A general method to determine the roulette using any two curves, rolling and fixed, seems to be presented here:


I can follow the theoretical description. The curves are parameterized in the complex plain. This is convenient because complex multiplication is essentially a rotation and the roulette is determined by a rotation and a translation determined by aligning the tangents.

Also, the example presented, which is a rolling line over a fixed catenary, does indeed generate a variety of roulettes based on a variable parameter p.

But I am stuck in determining how to align the tangents for two general curves. The tangents are aligned when |f'(t)| = |r'(t)|.

In the given example, the parameterization for the line is chosen as sinh(t) based on the parameterization for the catenary so that |f'(t)| = |r'(t)|. IOW, given the parameterization for the catenary, a parameterization for the line is determined so that |f'(t)| = |r'(t)|.

I can't understand how this process of aligning tangents can be extended to two general curves.

For example, lets assume that the fixed curve is a general parabola, which is parameterized as z(t) = t + A*t^2*i.

Let's also assume that the rolling curve is a circle of radius R: z(t) = R * exp(t*i) = R*cos(t) + i*R*sin(t).

In this case, however, |f'(t)| = sqrt(4*A^2*t^2+1) and |r'(t)| = R which are not equal.

How then can a circle be parameterized so that it will have |f'(t)| = |r'(t)|?

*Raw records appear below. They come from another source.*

"""Lines in the spectrum of a traced motion: the k-th strongest, and the shift of one by charge.

    shift = f - f_0,  or (f - f_0) / N for each charge                                        (1)

f is the strongest line within a tenth of f_0, or within `reach`; the note tells of a stronger one
elsewhere. f_0 is given: the frequency without the other charges, from the same
scenario with `--set coulomb.method=off`, or by theory. N is the number of real particles that were
there from the start, of all clouds or of the one that `by` names. The error joins that of f with
`reference_error`. The step changes f and f_0 alike: take both with the same step.
"""

from __future__ import annotations

import math
from dataclasses import replace
from typing import ClassVar, Literal

from driftwell.answers.answer import Answer
from driftwell.answers.charges import number_born
from driftwell.answers.evidence import Evidence
from driftwell.answers.form import References, cloud_named
from driftwell.answers.kinds.frequency import TracedQuestion
from driftwell.answers.sinusoid import chosen_line, other_line
from driftwell.answers.tracing import whose
from driftwell.errors import AnswerError
from driftwell.forms import Count, Name, NonNegative, Positive, TrueOrFalse, key
from driftwell.forms import Frequency as FrequencyQuantity
from driftwell.forms.spelling import spelled

_SHOWN = 4


class SpectrumPeak(TracedQuestion):
    """Frequency of the k-th strongest line in a traced motion."""

    unit: ClassVar[str] = "Hz"
    ask: Literal["spectrum-peak"] = key("frequency of the k-th strongest line of a motion")
    rank: Positive[Count] = key("which line, the strongest being 1", default=1, example=2)

    def answer(self, evidence: Evidence) -> Answer:
        traced, lines = self.lines(evidence)
        if self.rank > len(lines):
            raise AnswerError(
                f"{len(lines)} lines stand above the noise: there is no line {self.rank}"
            )
        line = chosen_line([lines[self.rank - 1]], None, traced.length)
        listed = ", ".join(
            f"{spelled(each.frequency, 'Hz', 5)} ({spelled(each.amplitude, 'm', 3)})"
            for each in lines[:_SHOWN]
        )
        note = f"{traced.words()}; lines by strength: {listed}"
        if len(lines) > _SHOWN:
            note += f" and {len(lines) - _SHOWN} more"
        return self.answered(line.frequency, line.error, note)

    def words(self) -> str:
        which = "strongest line" if self.rank == 1 else f"line {self.rank} by strength"
        return f"{which} in the motion of {whose(self.request())} along {self.axis}"


class FrequencyShift(TracedQuestion):
    """How far a frequency lies from what it is without the other charges."""

    unit: ClassVar[str] = "Hz"
    ask: Literal["frequency-shift"] = key(
        "how far a frequency lies from what it is without the other charges"
    )
    reference: Positive[FrequencyQuantity] = key(
        "frequency without the other charges", example="80 kHz"
    )
    reference_error: NonNegative[FrequencyQuantity] = key(
        "error of `reference`, one standard deviation", default=0.0, example="0.1 Hz"
    )
    reach: Positive[FrequencyQuantity] | None = key(
        "the strongest line so far from `reference` at the most is taken; left out: a tenth of it",
        default=None,
        example="20 kHz",
    )
    per_charge: TrueOrFalse = key(
        "true: over the number of real particles there at the start", default=False
    )
    by: Name | None = key(
        "count the particles of this cloud, for `per_charge`; left out: of all clouds",
        default=None,
    )

    def refers_to(self) -> References:
        refers = super().refers_to()
        clouds = refers.clouds if self.by is None else (*refers.clouds, self.by)
        return replace(refers, clouds=clouds)

    def answer(self, evidence: Evidence) -> Answer:
        traced, lines = self.lines(evidence)
        line = chosen_line(lines, self.reference, traced.length, self.reach)
        shift = line.frequency - self.reference
        error = math.hypot(line.error, self.reference_error)
        note = (
            f"{traced.words()}; line at {spelled(line.frequency, 'Hz', 9)}, "
            f"relative shift {shift / self.reference:.4g}{other_line(lines, line)}"
        )
        if not self.per_charge:
            return self.answered(shift, error, note)
        number = self._number(evidence)
        note += f"; for each of {number:.6g} particles"
        return self.answered(shift / number, error / number, note)

    def _number(self, evidence: Evidence) -> float:
        clouds = list(evidence.clouds.values())
        if self.by is not None:
            clouds = [cloud_named(evidence, self.by)]
        number = sum(cloud.weight * number_born(evidence, cloud) for cloud in clouds)
        if number == 0.0:
            raise AnswerError("there are no particles to share the shift")
        return number

    def words(self) -> str:
        each = ""
        if self.per_charge:
            whom = "particle of all clouds" if self.by is None else f'particle of cloud "{self.by}"'
            each = f", for each {whom}"
        return (
            f"shift of the frequency of {whose(self.request())} along {self.axis} from "
            f"{spelled(self.reference, 'Hz')}{each}"
        )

This web site casts a little more light on the issue:


Here, it seems that they have a different parameter, u, for the rolling curve and the two frames are related by some factor and du/dt.

But I cannot understand how to apply this in general.

Can anyone comment on how to align the tangents for the general case?
 
19
3
For example, lets assume that the fixed curve is a general parabola, which is parameterized as z(t) = t + A*t^2*i.
Let's also assume that the rolling curve is a circle of radius R: z(t) = R * exp(t*i) = R*cos(t) + i*R*sin(t).
I was able to discover the solution. For one curve to roll upon another "without slipping" the arc lengths must be equal.

The arc length of the parabola, parameterized as above, is:

asinh(2*A*t)/(4*A)+(t*sqrt(4*A^2*t^2+1))/2

We need to now parameterize the circle a bit differently with a parameter u:

%i*R*(exp((%i*u)/R)-1) = %i*R*(cos(u/R)-1)-R*sin(u/R)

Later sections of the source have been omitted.